**PROBLEM TO SOLVE:** Copy out every line of the data where the word "from" is found.
--- INPUT Enclosed Below ---
import { CROSS } from './cross';
import { FIELD } from './fields';
import { PLAUSIBILITY } from './plausibility';
import type { Rule } from './rule';
import { ROW } from './rows';
import { STRUCTURE } from './structure';

/** Every rule, in the order of RULES.md: structure, field, row, cross, plausibility. */
export const ALL_RULES: readonly Rule[] = [
  ...Object.values(STRUCTURE),
  ...Object.values(FIELD),
  ...Object.values(ROW),
  ...Object.values(CROSS),
  ...Object.values(PLAUSIBILITY),
];

export function ruleByCode(code: string): Rule | undefined {
  return ALL_RULES.find((r) => r.code === code);
}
--- End of Enclosed INPUT ---
**RESULT OF THE TASK:**
import { CROSS } from './cross';
import { FIELD } from './fields';
import { PLAUSIBILITY } from './plausibility';
import type { Rule } from './rule';
import { ROW } from './rows';
import { STRUCTURE } from './structure';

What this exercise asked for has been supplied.